» EXERCISE REQUIREMENTS
Pick each line containing "labels" out of the records.
:: AVAILABLE DATA
#[test]
fn lines_are_drawn_where_the_data_says_and_clipped_to_the_panel() {
    let mut fig = Figure::new(60.0, 45.0);
    fig.dpi = 200.0;
    let mut p = Panel::new(
        AxisSpec {
            label: "x".into(),
            range: (0.0, 10.0),
        },
        AxisSpec {
            label: "y".into(),
            range: (0.0, 10.0),
        },
    );
    // A horizontal line at y = 5 extending far beyond both sides of the panel.
    p.lines.push(Polyline {
        points: vec![(-100.0, 5.0), (100.0, 5.0)],
        style: LineStyle::solid([255, 0, 0], 1.5),
    });
    fig.panels.push(p);
    let list = layout(&fig).unwrap();
    let frame = list
        .items
        .iter()
        .find_map(|i| match i {
            Item::Path {
                closed: true,
                points,
                ..
            } => Some(points.clone()),
            _ => None,
        })
        .unwrap();
    let (x0, y0, x1, y1) = (frame[0].0, frame[0].1, frame[2].0, frame[2].1);
    let pm = raster::draw_list(&fig, &list).unwrap();
    let s = pm.width() as f64 / list.width;
    let red = |x: u32, y: u32| {
        let c = pm.pixel(x, y).unwrap();
        c.red() > 200 && c.green() < 60 && c.blue() < 60
    };
    let mid_y = (((y0 + y1) / 2.0) * s) as u32;
    let mid_x = (((x0 + x1) / 2.0) * s) as u32;
    assert!(red(mid_x, mid_y), "the line passes the centre at y = 5");
    assert!(!red(mid_x, (y0 * s) as u32 + 10));
    // Nothing red outside the plot rectangle.
    for y in 0..pm.height() {
        for x in 0..pm.width() {
            let (fx, fy) = (x as f64 / s, y as f64 / s);
            if fx < x0 - 1.0 || fx > x1 + 1.0 || fy < y0 - 1.0 || fy > y1 + 1.0 {
                assert!(!red(x, y), "red outside the panel at {x},{y}");
            }
        }
    }
}

fn text_boxes(list: &super::draw::DisplayList) -> Vec<(f64, f64, f64, f64, f64)> {
    list.items
        .iter()
        .filter_map(|i| match i {
            Item::Text {
                block,
                x,
                y,
                vertical,
                ..
            } => {
                let min_size = block.spans.iter().map(|s| s.size).fold(f64::MAX, f64::min);
                Some(if *vertical {
                    (
                        x - block.ascent,
                        y - block.width,
                        x + block.descent,
                        *y,
                        min_size,
                    )
                } else {
                    (
                        *x,
                        y - block.ascent,
                        x + block.width,
                        y + block.descent,
                        min_size,
                    )
                })
            }
            _ => None,
        })
        .collect()
}

fn demo_scene(width_mm: f64, height_mm: f64, columns: usize) -> Figure {
    let mut fig = Figure::new(width_mm, height_mm);
    fig.dpi = 300.0;
    fig.columns = columns;
    fig.font_pt = 7.0;
    for k in 0..columns {
        let b_max = 12.0;
        let mut p = Panel::new(
            AxisSpec {
                label: "n (10^{12} cm^{−2})".into(),
                range: (-4.0, 4.0),
            },
            AxisSpec {
                label: "B (T)".into(),
                range: (0.0, b_max),
            },
        );
        let mut hm = fan(400, 300, (-4.0, 4.0), (0.0, b_max));
        if k == 1 {
            hm.colors = two_colour();
            hm.scale = ColorScale::Log;
        }
        p.heatmap = Some(hm);
        p.colorbar = Some(ColorBar {
            label: "R_{xx} (kΩ)".into(),
            width_mm: 2.5,
        });
        let b_ref = 9.0;
        p.top_axis = Some(SecondaryAxis {
            label: format!("ν at B = {b_ref} T"),
            map: Arc::new(move |n| filling(n, b_ref)),
        });
        // Flux per cell of an invented moiré lattice (λ = 14 nm): φ/φ₀ = B A e/h.
        let area = 3f64.sqrt() / 2.0 * 14e-9f64.powi(2);
        p.right_axis = Some(SecondaryAxis {
            label: "φ/φ_0".into(),
            map: Arc::new(move |b| b * area * E_OVER_H),
        });
        let style = LineStyle {
            color: [230, 40, 40],
            width_pt: 0.6,
            dash_pt: vec![],
            outline: Some([255, 255, 255]),
        };
        for nu in (-30..=30).filter(|v: &i32| (v.abs() - 2) % 4 == 0) {
            p.lines.push(nu_line(nu as f64, b_max, style.clone()));
            p.labels.push(TextLabel {
                text: super::ticks::minus_sign(&nu.to_string()),
                anchors: (4..=20)
                    .rev()
                    .map(|i| {
                        let b = b_max * i as f64 / 20.0;
                        (density12(nu as f64, b), b)
                    })
                    .collect(),
                color: [0, 0, 0],
                size_pt: 6.0,
                background: Some([255, 255, 255]),
            });
        }
        p.legend = Some(Legend {
            entries: vec![LegendEntry {
                swatch: Swatch::Line(style),
                text: "ν = ±2, ±6, …".into(),
            }],
            corner: Corner::BottomRight,
        });
        fig.panels.push(p);
    }
    fig
}

#[test]
fn demo_layout_keeps_text_on_the_page_legible_and_apart() {
    for (w, h, cols) in [(86.0, 70.0, 1), (178.0, 75.0, 2)] {
        let fig = demo_scene(w, h, cols);
        let list = layout(&fig).unwrap();
        let boxes = text_boxes(&list);
        assert!(boxes.len() > 20);
        for b in &boxes {
            assert!(b.0 >= -0.01 && b.1 >= -0.01, "text leaves the page: {b:?}");
            assert!(
                b.2 <= list.width + 0.01 && b.3 <= list.height + 0.01,
                "text leaves the page: {b:?}"
            );
        }
        // Normal-size text is at least 6 pt at print size.
        for b in &boxes {
            assert!(b.4 >= 6.0 * super::text::SCRIPT_SCALE - 1e-9);
        }
        let main: Vec<_> = boxes.iter().filter(|b| b.4 >= 6.0).collect();
        assert!(main.len() > 10);
        for (i, a) in boxes.iter().enumerate() {
            for b in &boxes[i + 1..] {
                let overlap =
                    a.0 < b.2 - 0.05 && b.0 < a.2 - 0.05 && a.1 < b.3 - 0.05 && b.1 < a.3 - 0.05;
                assert!(!overlap, "{w} mm: text boxes overlap {a:?} {b:?}");
            }
        }
    }
}

#[test]
fn large_axis_values_move_a_common_factor_into_the_label() {
    let mut fig = Figure::new(60.0, 45.0);
    // Density in cm⁻² on the axis: ticks 0…5 with ×10¹² in the label.
    fig.panels.push(Panel::new(
        AxisSpec {
            label: "n (cm^{-2})".into(),
            range: (0.0, 5e12),
        },
        AxisSpec {
            label: "B (T)".into(),
            range: (0.0, 1.0),
        },
    ));
    let list = layout(&fig).unwrap();
    let texts = list.texts();
    assert!(
        texts.iter().any(|t| t == "n (cm\u{2212}2)  ×1012"),
        "{texts:?}"
    );
    assert!(texts.iter().any(|t| t == "5"));
    assert!(!texts.iter().any(|t| t.contains("000")));
}

#[test]
fn bad_scenes_are_errors_not_panics() {
    let mut fig = small_scene();
    fig.panels[0].x_axis.range = (1.0, 1.0);
    let e = layout(&fig).unwrap_err().to_string();
    assert!(e.contains("panel 1") && e.contains("x axis range"), "{e}");
    let mut fig = small_scene();
    fig.panels[0].heatmap.as_mut().unwrap().colors.truncate(10);
    assert!(layout(&fig).unwrap_err().to_string().contains("256"));
    let mut fig = small_scene();
    fig.panels[0].top_axis = Some(SecondaryAxis {
        label: "bad".into(),
        map: Arc::new(|x| x * x),
    });
    assert!(layout(&fig).unwrap_err().to_string().contains("monotone"));
    let mut fig = small_scene();
    fig.width_mm = 8.0;
    assert!(layout(&fig).is_err());
    let mut fig = small_scene();
    fig.panels[0].lines[1].style.width_pt = f64::NAN;
    let e = layout(&fig).unwrap_err().to_string();
    assert!(e.contains("line 2"), "{e}");
    let mut fig = small_scene();
    fig.panels[0].labels[0].size_pt = 0.0;
    let e = layout(&fig).unwrap_err().to_string();
    assert!(e.contains("label 1") && e.contains("font size"), "{e}");
}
::::
» EXPECTED OUTPUT
            p.labels.push(TextLabel {
    fig.panels[0].labels[0].size_pt = 0.0;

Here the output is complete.